If you aren't paying for the car outright, add finance charges to the mix and remember, all this delightful financial devastation is occurring to after-tax dollars -- dollars that won't be around to invest.

That's four major hits for every buck spent: one hit from the tax man (payroll tax and sales tax), one hit from depreciation, one hit from the finance company, and one last blow from the loss of earning power of each dollar tied up in your new purchase.

Premium rates. Even if you're paying for comprehensive insurance on a used car now, premiums go up for later-model automobiles. Hybrids are no exception; more complex engine systems and batteries mean higher repair costs and higher insurance rates. Of course, full coverage is mandatory if you have a car loan -- the bank wants to protect its investment. But used cars that are paid off can be covered by liability insurance only (based upon comprehensive insurance costs vs. auto replacement cost calculations). Being able to control your insurance costs can make driving used even more fiscally prudent.

Higher registration costs. The fees and formulas vary from state to state, but typically, licensing and registration costs are directly related to the value of your car. Much like insurance, higher car values equal higher rates.

 

Higher repair costs and repair standards. If you've ever bought a new car only to get a scratch or windshield chip a few weeks later, you know that newer cars compel us toward a higher standard of perfection. People are more likely to keep a new car as pristine as possible for as long as possible, and those little touch-ups and repairs tend to cost more too. My old Volvo has a door ding, some weird stain on the hood, and the plastic trim is bleaching out. Besides a compulsive cleaning and wax job every few months to make it shine, I live with these road wounds happily.

The phenomenon of "incestuous affirmation." This is really just a fancy term for keeping up with the Joneses. It suggests that any major new purchase sets in motion a whole slew of buying activity within a close network of people (friends, co-workers, family, etc.) by affirming the behavior of one member. This ripple effect is felt from the least capable of affording new to the most capable and creates a slight uptick in unspoken standards within the group.

 

New peripheral expenses. From add-ons to upgrades, new cars increase standards and raise monetary output. Of course your baby needs premium gas, a hand-buffing each week and a GPS system. And what about that monthly fee for satellite radio now that the first year of free service has expired?

 

Now, many of these same principles can be applied to any purchase where there's a reasonable choice between new and used. But our nation has such a love affair with the automobile and such a cultural acceptance of the resulting debt that it begs a bit of special exploration: What are the new economic realities that make buying new less attractive? Are we really in the same position our parents were when they traded up every few years? How do car companies entice us with nickels before the purchase only to damn us with dollars afterward?

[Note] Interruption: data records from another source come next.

'use client';

import { useId, useState } from 'react';
import type { CsvProblem } from '@/lib/register/csv-limits';
import { Pager } from '@/components/ui/pager';
import { n, plural } from './import-client';

const PROBLEMS_PER_PAGE = 100;

export function ProblemList({ problems, invalidRows }: { problems: CsvProblem[]; invalidRows: number }) {
  const headingId = useId();
  const [page, setPage] = useState(0);
  if (!problems.length) {
    return <p className="rounded-md bg-moss-50 px-3 py-2 text-sm text-moss-700">No problems found: every row can be imported.</p>;
  }
  const pages = Math.ceil(problems.length / PROBLEMS_PER_PAGE);
  const first = page * PROBLEMS_PER_PAGE;
  const shown = problems.slice(first, first + PROBLEMS_PER_PAGE);
  return (
    <div className="flex flex-col gap-2">
      <div className="flex flex-wrap items-baseline justify-between gap-x-4">
        <h3 id={headingId} className="font-semibold">
          Problems
        </h3>
        <p className="text-sm text-ink-muted">
          {plural(problems.length, 'problem')}
          {invalidRows ? ` on ${plural(invalidRows, 'row')}` : ''}
        </p>
      </div>
      <div className="max-h-[28rem] overflow-auto rounded-md border border-paper-rule" tabIndex={0} role="region" aria-labelledby={headingId}>
        <table data-testid="import-problems" className="w-full border-collapse text-left text-sm">
          <caption className="sr-only">
            Problems found in the file, {n(first + 1)} to {n(first + shown.length)} of {n(problems.length)}.
          </caption>
          <thead className="sticky top-0 z-10 bg-paper text-xs text-ink-soft">
            <tr>
              <th scope="col" className="border-b border-paper-rule px-3 py-2 text-right font-semibold">
                Line
              </th>
              <th scope="col" className="border-b border-paper-rule px-3 py-2 font-semibold">
                Column
              </th>
              <th scope="col" className="border-b border-paper-rule px-3 py-2 font-semibold">
                Problem
              </th>
            </tr>
          </thead>
          <tbody>
            {shown.map((p, i) => (
              <tr key={first + i} className="border-t border-paper-rule align-top">
                <td className="num whitespace-nowrap px-3 py-1.5 text-right">{p.line ? p.line : <span className="font-sans text-ink-muted">File</span>}</td>
                <td className="px-3 py-1.5 font-mono text-xs">{p.column ? p.column : <span className="font-sans text-ink-muted">Whole row</span>}</td>
                <td className="px-3 py-1.5">{p.message}</td>
              </tr>
            ))}
          </tbody>
        </table>
      </div>
      {pages > 1 ? (
        <Pager
          label="Problem pages"
          page={page}
          pageCount={pages}
          onPage={setPage}
          summary={
            <>
              Problems <span className="num">{n(first + 1)}</span>–<span className="num">{n(first + shown.length)}</span> of{' '}
              <span className="num">{n(problems.length)}</span>
            </>
          }
        />
      ) : null}
    </div>
  );
}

Granted, none of the points above explore the amazing safety advancements that some new cars feature. I would never put a price on personal safety or begrudge a car purchase with this as the primary motivator. But with such a wide range of later-model used cars available, it doesn't have to be an either/or proposition. All else being equal, each blemish and bump on my used car is masked by the dollar signs I see behind them -- the dollars I save by keeping it in good working order and running smart for as long as possible.